The code seems okay, the difference lies in the calculation of ties. I suggested a non-weighted average whereas the code interpolates between the values in the two neighbouring elements. Either will do, just document the choice made.

### comment:11 Changed 12 years ago by Nicklas Nordborg

(In ) References #1385 and #1386. Plot functions in experiment explorer

Both types of plots can now be generated and I think the percentile values are correctly calculated.
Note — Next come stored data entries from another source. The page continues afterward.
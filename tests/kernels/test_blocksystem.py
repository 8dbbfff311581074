"""Block system and pulls: against dense matrices and finite differences."""

import numpy as np
import pytest
from scipy.sparse import bsr_matrix
from skfem import MeshTet

from volmap.kernels import blocksystem, observations
from volmap.kernels.tets import EDGES


@pytest.fixture
def mesh():
    m = MeshTet.init_tensor(*(np.linspace(0, 1, k) for k in (3, 4, 3)))
    rng = np.random.default_rng(0)
    tets = m.t.T.astype(np.int64)
    order = rng.permutation(len(m.p.T))  # numbers of points without any order
    return m.p.T[np.argsort(order)].copy(), np.ascontiguousarray(order[tets])


def random_parts(tets, seed):
    """Per tet a random symmetric 12x12 matrix whose block rows sum to zero, as six blocks; and forces."""
    rng = np.random.default_rng(seed)
    blocks = np.empty((len(tets), 6, 3, 3))
    for t in range(len(tets)):
        b = rng.normal(size=(20, 4, 3))
        b -= b.mean(axis=1, keepdims=True)
        full = np.einsum("kai,kbj->aibj", b, b)
        for e, (i, j) in enumerate(EDGES):
            blocks[t, e] = full[i, :, j, :]
    return rng.normal(size=(len(tets), 4, 3)), blocks.astype(np.float32)


def dense_twin(n, tets, blocks):
    """Slow twin: scatter every tet's blocks into a dense matrix."""
    a = np.zeros((n, 3, n, 3))
    for t, tet in enumerate(tets):
        for e, (i, j) in enumerate(EDGES):
            p, q, k = tet[i], tet[j], blocks[t, e]
            a[p, :, q, :] += k
            a[q, :, p, :] += k.T
            a[p, :, p, :] -= k
            a[q, :, q, :] -= k.T
    return a.reshape(3 * n, 3 * n)


def dense_of(pattern, rows):
    """Independent library: the same arrays read as SciPy's block rows."""
    n = len(pattern.own_slot)
    matrix = bsr_matrix((rows, pattern.row_column, pattern.row_start), shape=(3 * n, 3 * n))
    return matrix.toarray().astype(np.float64)


def empty_system(n, pattern):
    return np.zeros((n, 3)), np.zeros((len(pattern.row_column), 3, 3), np.float32)


def test_gather_equals_scatter(mesh):
    points, tets = mesh
    n = len(points)
    forces, blocks = random_parts(tets, seed=1)
    pattern = blocksystem.pattern_of(tets, n)
    gradient, rows = empty_system(n, pattern)
    blocksystem.gather(pattern, forces, blocks, gradient, rows)
    expected = np.zeros((n, 3))
    np.add.at(expected, tets, forces)
    np.testing.assert_allclose(gradient, expected, atol=1e-12)
    twin = dense_twin(n, tets, blocks)
    np.testing.assert_allclose(dense_of(pattern, rows), twin, atol=1e-6 * np.abs(twin).max())


def test_a_product_against_dense(mesh):
    points, tets = mesh
    n = len(points)
    forces, blocks = random_parts(tets, seed=2)
    pattern = blocksystem.pattern_of(tets, n)
    gradient, rows = empty_system(n, pattern)
    blocksystem.gather(pattern, forces, blocks, gradient, rows)
    x = np.random.default_rng(3).normal(size=(n, 3))
    out = np.empty((n, 3))
    blocksystem.multiply(pattern.row_start, pattern.row_column, rows, x, out)
    np.testing.assert_allclose(out.ravel(), dense_of(pattern, rows) @ x.ravel(), atol=1e-10)


def test_a_shift_of_all_points_costs_nothing(mesh):
    points, tets = mesh
    forces, blocks = random_parts(tets, seed=2)
    pattern = blocksystem.pattern_of(tets, len(points))
    gradient, rows = empty_system(len(points), pattern)
    blocksystem.gather(pattern, forces, blocks, gradient, rows)
    out = np.empty((len(points), 3))
    blocksystem.multiply(pattern.row_start, pattern.row_column, rows, np.ones_like(out), out)
    assert np.abs(out).max() < 1e-5 * np.abs(rows).max()


def random_observations(tets, pattern, seed):
    rng = np.random.default_rng(seed)
    chosen = rng.integers(0, len(tets), 15)
    weights = rng.dirichlet(np.ones(4), 15)
    weights[:5] = (1.0, 0, 0, 0)
    weights[5:10, 3] = 0.0
    normals = rng.normal(size=(15, 3))
    normals /= np.linalg.norm(normals, axis=1, keepdims=True)
    return observations.Observations(
        tets[chosen],
        weights,
        pattern.edge_of_tet[chosen].astype(np.int64),
        rng.normal(size=(15, 3)),
        normals,
        rng.uniform(0.5, 2, 15),
        rng.choice([0.05, 1.0], 15),
    )


def test_pulls_against_finite_differences(mesh):
    points, tets = mesh
    n = len(points)
    pattern = blocksystem.pattern_of(tets, n)
    o = random_observations(tets, pattern, seed=4)
    gradient, rows = empty_system(n, pattern)
    value = observations.add_pull(o, points, pattern, gradient, rows)
    assert value == pytest.approx(observations.misfit(o, points))
    a = dense_of(pattern, rows)
    step = 1e-4
    for column in range(0, 3 * n, 5):
        shifted = []
        for sign in (1, -1):
            x = points.copy()
            x.ravel()[column] += sign * step
            g, r = empty_system(n, pattern)
            shifted.append((observations.add_pull(o, x, pattern, g, r), g))
        assert (shifted[0][0] - shifted[1][0]) / (2 * step) == pytest.approx(
            gradient.ravel()[column], abs=1e-8
        )
        np.testing.assert_allclose(
            (shifted[0][1] - shifted[1][1]).ravel() / (2 * step), a[:, column], atol=1e-6
        )
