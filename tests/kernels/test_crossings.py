"""Crossing triangles against clipping in rational arithmetic, and cases done by hand."""

from fractions import Fraction

import numpy as np
import pytest
from hypothesis import given, settings
from hypothesis import strategies as st

from volmap.kernels.crossings import triangle_crossings


def _minus(a, b):
    return [x - y for x, y in zip(a, b, strict=True)]


def _dot(a, b):
    return sum(x * y for x, y in zip(a, b, strict=True))


def _cross(a, b):
    return [a[1] * b[2] - a[2] * b[1], a[2] * b[0] - a[0] * b[2], a[0] * b[1] - a[1] * b[0]]


def _clip(polygon, normal, through):
    """Part of a convex polygon (or segment, or point) in a closed half space (Sutherland & Hodgman 1974)."""
    heights = [_dot(normal, _minus(p, through)) for p in polygon]
    kept = []
    for i, (p, h) in enumerate(zip(polygon, heights, strict=True)):
        q, g = polygon[(i + 1) % len(polygon)], heights[(i + 1) % len(polygon)]
        if h >= 0:
            kept.append(p)
        if h * g < 0:
            kept.append([x + (y - x) * h / (h - g) for x, y in zip(p, q, strict=True)])
    return kept


def common_points(s, t):
    """Corners of the common part of two triangles; `t` must have area."""
    normal = _cross(_minus(t[1], t[0]), _minus(t[2], t[0]))
    part = _clip(_clip(s, normal, t[0]), [-c for c in normal], t[0])
    for i in range(3):
        part = _clip(part, _cross(normal, _minus(t[(i + 1) % 3], t[i])), t[i])
    return part


def crosses_by_clipping(points, s, t):
    """The slow twin: any common point beyond what the shared corners span."""
    shared = [i for i in s if i in t]
    exact = [[Fraction(float(c)) for c in p] for p in points]
    corners_s, corners_t = [exact[i] for i in s], [exact[i] for i in t]
    if not any(_cross(_minus(corners_t[1], corners_t[0]), _minus(corners_t[2], corners_t[0]))):
        corners_s, corners_t = corners_t, corners_s
    part = common_points(corners_s, corners_t)
    if not shared:
        return bool(part)
    if len(shared) == 1:
        return any(p != exact[shared[0]] for p in part)
    if len(shared) == 2:
        a, b = exact[shared[0]], exact[shared[1]]
        return any(any(_cross(_minus(p, a), _minus(b, a))) for p in part)
    return True


def has_area(points, t):
    p = [[Fraction(float(c)) for c in points[i]] for i in t]
    return any(_cross(_minus(p[1], p[0]), _minus(p[2], p[0])))


def brute(points, triangles):
    n = len(triangles)
    pairs = [(i, j) for i in range(n) for j in range(i + 1, n)]
    return [p for p in pairs if crosses_by_clipping(points, list(triangles[p[0]]), list(triangles[p[1]]))]


@settings(max_examples=80, deadline=None)
@given(st.integers(0, 10**6), st.sampled_from([1.0, 0.1]), st.integers(1, 3), st.integers(7, 14))
def test_small_soups_of_lattice_triangles(seed, step, reach, n_points):
    """Few lattice places and shared corners: touching, lying on each other and hinges all occur."""
    rng = np.random.default_rng(seed)
    points = rng.integers(-reach, reach + 1, (n_points, 3)) * step + 0.3
    triangles = np.array([rng.permutation(n_points)[:3] for _ in range(8)])
    triangles = triangles[[has_area(points, t) for t in triangles]]
    assert [tuple(p) for p in triangle_crossings(points, triangles)] == brute(points, triangles)


def test_soup_in_general_position_and_its_motion():
    rng = np.random.default_rng(5)
    centres = rng.uniform(-2, 2, (36, 1, 3))
    points = (centres + rng.normal(size=(36, 3, 3))).reshape(-1, 3)
    triangles = np.arange(108).reshape(-1, 3)
    found = [tuple(p) for p in triangle_crossings(points, triangles)]
    assert found == brute(points, triangles)
    assert len(found) > 10
    assert [tuple(p) for p in triangle_crossings(points * [1, -1, 2], triangles)] == found


BASE = [[0.0, 0, 0], [4, 0, 0], [0, 4, 0]]


@pytest.mark.parametrize(
    ("other", "meets"),
    [
        ([[1, 1, -1], [1, 1, 1], [2, 2, 2]], True),  # an edge goes through the inside
        ([[1, 1, 0], [1, 1, 1], [2, 2, 2]], True),  # a corner touches the inside
        ([[0, 0, 0], [-1, -1, 1], [-1, -2, 1]], True),  # corner on corner, but not shared by number
        ([[2, -1, 0], [2, 0, 0], [2, -1, 1]], True),  # a corner touches an edge
        ([[2, -1, -1], [2, 1, 1], [2, -1, 2]], True),  # edges cross
        ([[1, 1, 0], [9, 1, 0], [1, 9, 0]], True),  # lying on each other
        ([[1, 1, 0], [1.5, 1, 0], [1, 1.5, 0]], True),  # one inside the other, in one plane
        ([[4, 0, 0], [8, 0, 0], [4, 4, 0]], True),  # in one plane, one corner touching
        ([[5, 0, 0], [8, 0, 0], [5, 4, 0]], False),  # in one plane, apart
        ([[1, 1, 1e-12], [2, 1, 1e-12], [1, 2, 1e-12]], False),  # parallel, a hair above
        ([[1, 1, 1e-300], [1, 1, 1], [2, 2, 2]], None),  # a coordinate whose products underflow
    ],
)
def test_pairs_without_a_common_corner(other, meets):
    points = np.array(BASE + other, float)
    triangles = np.array([[0, 1, 2], [3, 4, 5]])
    if meets is None:
        with pytest.raises(ValueError, match="cannot be exact"):
            triangle_crossings(points, triangles)
    else:
        assert len(triangle_crossings(points, triangles)) == int(meets)


@pytest.mark.parametrize(
    ("other", "meets"),
    [
        ([[-1, -1, 1], [-1, -2, 1]], False),  # corner to corner
        ([[1, 1, 1], [2, 1, 1]], False),  # standing on the corner
        ([[1, 1, -1], [1, 1, 1]], True),  # the opposite edge goes through
        ([[1, 1, 0], [1, 1, 1]], True),  # another corner lies on the triangle
        ([[2, 0, 0], [2, 0, 1]], True),  # another corner lies on an edge
        ([[-1, 0, 0], [0, -1, 0]], False),  # in one plane, back to back
        ([[1, 1, 0], [-1, 1, 0]], True),  # in one plane, overlapping
        ([[8, 8, 0], [8, 8, 8]], True),  # an edge runs through and beyond
    ],
)
def test_pairs_with_one_common_corner(other, meets):
    points = np.array(BASE + other, float)
    for s, t in (([0, 1, 2], [0, 3, 4]), ([2, 0, 1], [4, 3, 0]), ([1, 0, 2], [3, 0, 4])):
        assert len(triangle_crossings(points, np.array([s, t]))) == int(meets)


@pytest.mark.parametrize(
    ("apex", "meets"),
    [([0, -4, 0], False), ([0, 4, 1e-9], False), ([1, 3, 0], True), ([0, 8, 0], True), ([2, 0, 5], False)],
)
def test_a_hinge_crosses_only_when_folded_flat(apex, meets):
    points = np.array([*BASE, apex], float)
    for s, t in (([0, 1, 2], [0, 1, 3]), ([2, 0, 1], [3, 1, 0]), ([1, 2, 0], [0, 3, 1])):
        assert len(triangle_crossings(points, np.array([s, t]))) == int(meets)


def test_a_triangle_without_area_still_crosses_as_a_segment():
    points = np.array([*BASE, [1, 1, -1], [1, 1, 0.5], [1, 1, 2]], float)
    assert len(triangle_crossings(points, np.array([[0, 1, 2], [3, 4, 5]]))) == 1
    needles = np.array([[0.0, 0, 0], [1, 0, 0], [2, 0, 0], [1, -1, 0], [1, 0, 0], [1, 3, 0]])
    assert len(triangle_crossings(needles, np.array([[0, 1, 2], [3, 4, 5]]))) == 1
    apart = needles + np.repeat([[0, 0, 0], [0, 0, 1]], 3, axis=0)
    assert len(triangle_crossings(apart, np.array([[0, 1, 2], [3, 4, 5]]))) == 0


def test_a_flat_sheet_does_not_cross_itself_but_two_on_one_place_do():
    n = 12
    index = np.arange(n * n).reshape(n, n)
    x, y = np.meshgrid(np.arange(n) * 0.1, np.arange(n) * 0.3, indexing="ij")
    points = np.stack([x.ravel(), y.ravel(), np.full(n * n, 0.7)], axis=1)
    a, b, c, d = (q.ravel() for q in (index[:-1, :-1], index[1:, :-1], index[1:, 1:], index[:-1, 1:]))
    sheet = np.concatenate([np.stack([a, b, c], 1), np.stack([a, c, d], 1)])
    assert len(triangle_crossings(points, sheet)) == 0
    both = triangle_crossings(np.concatenate([points, points]), np.concatenate([sheet, sheet + n * n]))
    assert len(both) >= len(sheet)


def test_no_triangles_no_crossings():
    assert triangle_crossings(np.zeros((0, 3)), np.zeros((0, 3), np.int64)).shape == (0, 2)
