"""How kernels are compiled and shared out: laws of the shares, and what an inner kernel is and is not."""

from itertools import pairwise

import numba
import numpy as np
import pytest

from volmap.kernels.compiled import inner_kernel, kernel
from volmap.kernels.threads import on_threads


@inner_kernel
def add_one(x):
    return x + 1.0


@kernel
def fill(first, last, out):
    for i in range(first, last):
        out[i] += add_one(float(i))


@pytest.mark.parametrize("count", [0, 1, 2, 5, 1000])
def test_every_item_is_done_once(count):
    out = np.zeros(count)
    on_threads(fill, count, out)
    np.testing.assert_array_equal(out, np.arange(count) + 1.0)


@pytest.mark.parametrize("threads", range(1, int(numba.config.NUMBA_NUM_THREADS) + 1))
def test_shares_follow_each_other_and_none_is_left_out(threads):
    before = numba.get_num_threads()
    numba.set_num_threads(threads)
    try:
        shares = []
        on_threads(lambda first, last: shares.append((first, last)), 7)
    finally:
        numba.set_num_threads(before)
    shares.sort()
    assert len(shares) == min(threads, 7)
    assert shares[0][0] == 0
    assert shares[-1][1] == 7
    assert all(a[1] == b[0] for a, b in pairwise(shares))


def test_a_fault_on_another_thread_is_not_lost():
    def fail(first, last):
        if last == 7:
            raise ValueError("the last share")

    with pytest.raises(ValueError, match="the last share"):
        on_threads(fail, 7)


def test_an_inner_kernel_called_from_python_complains():
    with pytest.raises(TypeError):
        add_one(1.0)
    assert kernel(add_one.py_func)(1.0) == 2.0


@kernel
def divide(x, y):
    return x / y


def test_division_by_zero_is_that_of_numpy():
    assert divide(1.0, 0.0) == np.inf
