"""The round trip of two sampled fields against scipy's interpolation, an independent library."""

import numpy as np
from scipy.ndimage import map_coordinates

from volmap.kernels.trilinear import homecoming

FIRST = np.array([[-1.0, 0.1, 0, 9], [0, 1.2, 0.2, -4], [0, 0, 0.9, 3], [0, 0, 0, 1]])
SECOND = np.array([[0.8, 0, 0.1, -3], [0, -1.1, 0, 10], [0.2, 0, 1.3, 1], [0, 0, 0, 1]])


def by_scipy(first, first_affine, second, second_affine):
    index = np.stack(np.meshgrid(*(np.arange(n) for n in first.shape[:3]), indexing="ij"), axis=-1)
    x = index @ first_affine[:3, :3].T + first_affine[:3, 3]
    y = x + first
    inverse = np.linalg.inv(second_affine)
    at = np.moveaxis(y @ inverse[:3, :3].T + inverse[:3, 3], -1, 0)
    v = [
        map_coordinates(second[..., c].astype(float), at, order=1, mode="constant", cval=np.nan)
        for c in range(3)
    ]
    return np.linalg.norm(y + np.stack(v, axis=-1) - x, axis=-1)


def test_same_as_scipy_on_rough_fields_in_oblique_grids():
    rng = np.random.default_rng(2)
    first = rng.normal(size=(9, 8, 10, 3)).astype(np.float32)
    second = rng.normal(size=(11, 9, 7, 3)).astype(np.float32)
    first[2:4, 3, 3] = np.nan
    second[5, 4, 3] = np.nan
    found = homecoming(first, second, FIRST, np.linalg.inv(SECOND))
    expected = by_scipy(first, FIRST, second, SECOND)
    assert np.array_equal(np.isnan(found), np.isnan(expected))
    assert 20 < np.isfinite(found).sum() < found.size
    assert np.nanmax(np.abs(found - expected)) < 1e-5


def test_a_voxel_without_weight_need_not_be_defined():
    """A point exactly on a voxel centre needs that voxel only; the last voxel of a grid belongs to it."""
    first = np.zeros((3, 3, 3, 3), np.float32)
    second = np.full((3, 3, 3, 3), np.nan, np.float32)
    second[1, 1, 1] = second[2, 2, 2] = [0, 3, 4]
    found = homecoming(first, second, np.eye(4), np.eye(4))
    assert np.isfinite(found).sum() == 2
    assert found[1, 1, 1] == found[2, 2, 2] == 5
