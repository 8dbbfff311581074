"""Exact partial volumes, against closed forms and against Qhull."""

import numba
import numpy as np
import pytest
from scipy.optimize import linprog
from scipy.spatial import ConvexHull, HalfspaceIntersection

from volmap.kernels.partial_volumes import partial_volumes
from volmap.kernels.tets import FACES

# The six tets of a cube around its main diagonal (Kuhn 1960), all positive.
KUHN = np.array([[0, 4, 6, 7], [0, 6, 2, 7], [0, 2, 3, 7], [0, 3, 1, 7], [0, 1, 5, 7], [0, 5, 4, 7]])
CUBE = np.array([[i, j, k] for i in (0, 1) for j in (0, 1) for k in (0, 1)], float)


def dense(points, tets, shape, origins, labels, n_labels=4):
    """(I, J, K, n_labels) shares, 0 for label 0."""
    shares = np.zeros((*shape, n_labels))
    for part in partial_volumes(points, tets, shape, origins=origins, labels=labels):
        here = shares[part.slab].reshape(-1, n_labels)
        for label in range(1, n_labels):
            here[part.whole.ravel() == label, label] = 1.0
        assert (here[part.voxel] == 0).all()
        assert (np.diff(part.voxel * n_labels + part.label) > 0).all()
        here[part.voxel, part.label] = part.share
    return shares


def test_a_corner_cut_off_three_voxels_has_known_volumes():
    """Closed form: x + y + z <= 2 holds 5/6 of the first unit cube and 1/6 of each of three neighbours."""
    points = np.array([[0, 0, 0], [2, 0, 0], [0, 2, 0], [0, 0, 2.0]]) - 0.5
    labels = np.full((3, 3, 3), 2, np.uint16)
    shares = dense(points, np.array([[0, 1, 2, 3]]), (3, 3, 3), points, labels)
    expected = np.zeros((3, 3, 3))
    expected[0, 0, 0] = 5 / 6
    expected[1, 0, 0] = expected[0, 1, 0] = expected[0, 0, 1] = 1 / 6
    np.testing.assert_allclose(shares[..., 2], expected, atol=1e-15)
    assert not shares[..., [0, 1, 3]].any()


def test_a_plane_between_labels_cuts_voxels_where_it_lies():
    """Closed form: a box moved by a fraction of a voxel along each axis."""
    shift = np.array([0.25, -0.4, 0.1])
    points = CUBE * 4 + 0.5
    labels = np.zeros((6, 6, 6), np.uint16)
    labels[1:3], labels[3:] = 1, 3
    shares = dense(points + shift, KUHN, (7, 6, 6), points, labels)

    def overlap(low, high, n):
        edge = np.arange(n) - 0.5
        return np.clip(np.minimum(edge + 1, high) - np.maximum(edge, low), 0, None)

    across = overlap(0.5 - 0.4, 4.5 - 0.4, 6)[:, None] * overlap(0.6, 4.6, 6)
    for label, low, high in ((1, 0.75, 2.75), (3, 2.75, 4.75)):
        expected = overlap(low, high, 7)[:, None, None] * across
        np.testing.assert_allclose(shares[..., label], expected, atol=1e-14)


@pytest.fixture(scope="module")
def scene():
    """Random labels in a bent body of 6 tets, on a target grid with other voxels."""
    random = np.random.default_rng(7)
    origins = CUBE * [5.3, 4.7, 6.1] + 0.8 + random.uniform(-0.3, 0.3, (8, 3))
    matrix = np.array([[0.9, 0.3, 0.1], [-0.2, 0.7, 0.3], [0.1, -0.2, 0.8]])
    points = origins @ matrix.T + [0.4, 1.3, -0.2] + random.uniform(-0.2, 0.2, (8, 3))
    labels = random.integers(0, 4, (6, 7, 6)).astype(np.uint16)  # the body sticks out of it
    return points, (6, 7, 7), origins, labels


def _planes_of_box(low, high):
    return np.concatenate([np.c_[np.eye(3), -high], np.c_[-np.eye(3), low]])


def _planes_of_tet(corners):
    planes = []
    for a, face in enumerate(FACES):
        normal = np.cross(corners[face[1]] - corners[face[0]], corners[face[2]] - corners[face[0]])
        normal *= -np.sign(normal @ (corners[a] - corners[face[0]])) / np.linalg.norm(normal)
        planes.append([*normal, -normal @ corners[face[0]]])
    return np.array(planes)


def _volume(planes):
    """Volume of a convex body: its deepest point by linear programming, then Qhull."""
    lengths = np.linalg.norm(planes[:, :3], axis=1)
    found = linprog([0, 0, 0, -1], np.c_[planes[:, :3], lengths], -planes[:, 3], bounds=[(None, None)] * 4)
    if found.status != 0 or found.x[3] < 1e-9:
        return 0.0
    return ConvexHull(HalfspaceIntersection(planes, found.x[:3]).intersections).volume


def _share_by_qhull(scene, voxel, label):
    points, _, origins, labels = scene
    total = 0.0
    voxel_planes = _planes_of_box(np.array(voxel) - 0.5, np.array(voxel) + 0.5)
    for tet in KUHN:
        ends, starts = points[tet], origins[tet]
        forward = (ends[1:] - ends[0]).T @ np.linalg.inv((starts[1:] - starts[0]).T)
        back = np.linalg.inv(forward)
        offset = starts[0] - back @ ends[0]
        for box in np.argwhere(labels == label):
            planes = _planes_of_box(box - 0.5, box + 0.5)
            moved = np.c_[planes[:, :3] @ back, planes[:, 3] + planes[:, :3] @ offset]
            reach = np.abs(back).sum(1) / 2 + 0.5
            if (np.abs(back @ voxel + offset - box) < reach).all():
                total += _volume(np.concatenate([voxel_planes, _planes_of_tet(ends), moved]))
    return total


def test_shares_agree_with_qhull(scene):
    """Independent library: every piece as an intersection of half-spaces, its volume by Qhull."""
    points, shape, origins, labels = scene
    shares = dense(points, KUHN, shape, origins, labels)
    body = np.argwhere(shares.sum(axis=-1) > 0.05)
    chosen = body[np.random.default_rng(1).choice(len(body), 6, replace=False)]
    for voxel in chosen:
        for label in (1, 2):
            expected = _share_by_qhull(scene, voxel, label)
            assert shares[(*voxel, label)] == pytest.approx(expected, abs=1e-9)


def test_nothing_is_lost_and_nothing_counts_twice(scene):
    """Law: with one label all over, the shares add up to the volume of the tets, and are 0 to 1."""
    points, _, origins, _ = scene
    labels = np.ones((12, 12, 12), np.uint16)
    shares = dense(points + 3, KUHN, (12, 12, 12), origins + 1, labels, 2)[..., 1]
    edges = (points[KUHN][:, 1:] - points[KUHN][:, :1]).swapaxes(1, 2)
    assert shares.sum() == pytest.approx(np.linalg.det(edges).sum() / 6, rel=1e-13)
    assert shares.max() <= 1 + 1e-13


def test_threads_change_nothing(scene):
    points, shape, origins, labels = scene
    found = []
    threads = numba.get_num_threads()
    try:
        for n in (1, threads):
            numba.set_num_threads(n)
            found.append(dense(points, KUHN, shape, origins, labels))
    finally:
        numba.set_num_threads(threads)
    np.testing.assert_array_equal(*found)


def test_fine_source_voxels_in_coarse_target_voxels():
    """Closed form: a cube of 16^3 source voxels shrunk into one target voxel; a checkerboard is halves."""
    points = CUBE * 16 - 0.5
    labels = (np.indices((16, 16, 16)).sum(axis=0) % 2 + 1).astype(np.uint16)
    shares = dense(CUBE * 1.0 - 0.5, KUHN, (1, 1, 1), points, labels, 3)
    np.testing.assert_allclose(shares[0, 0, 0], [0, 0.5, 0.5], atol=1e-13)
### comment:12 Changed 12 years ago by Nicklas Nordborg

(In ) References #1385 and #1386. Plot functions in experiment explorer

The current reporter name is used as a default subtitle.

### comment:13 Changed 12 years ago by Nicklas Nordborg

Resolution: → fixed assigned → closed

Everything seems to be ok now.

Note: See TracTickets for help on using tickets.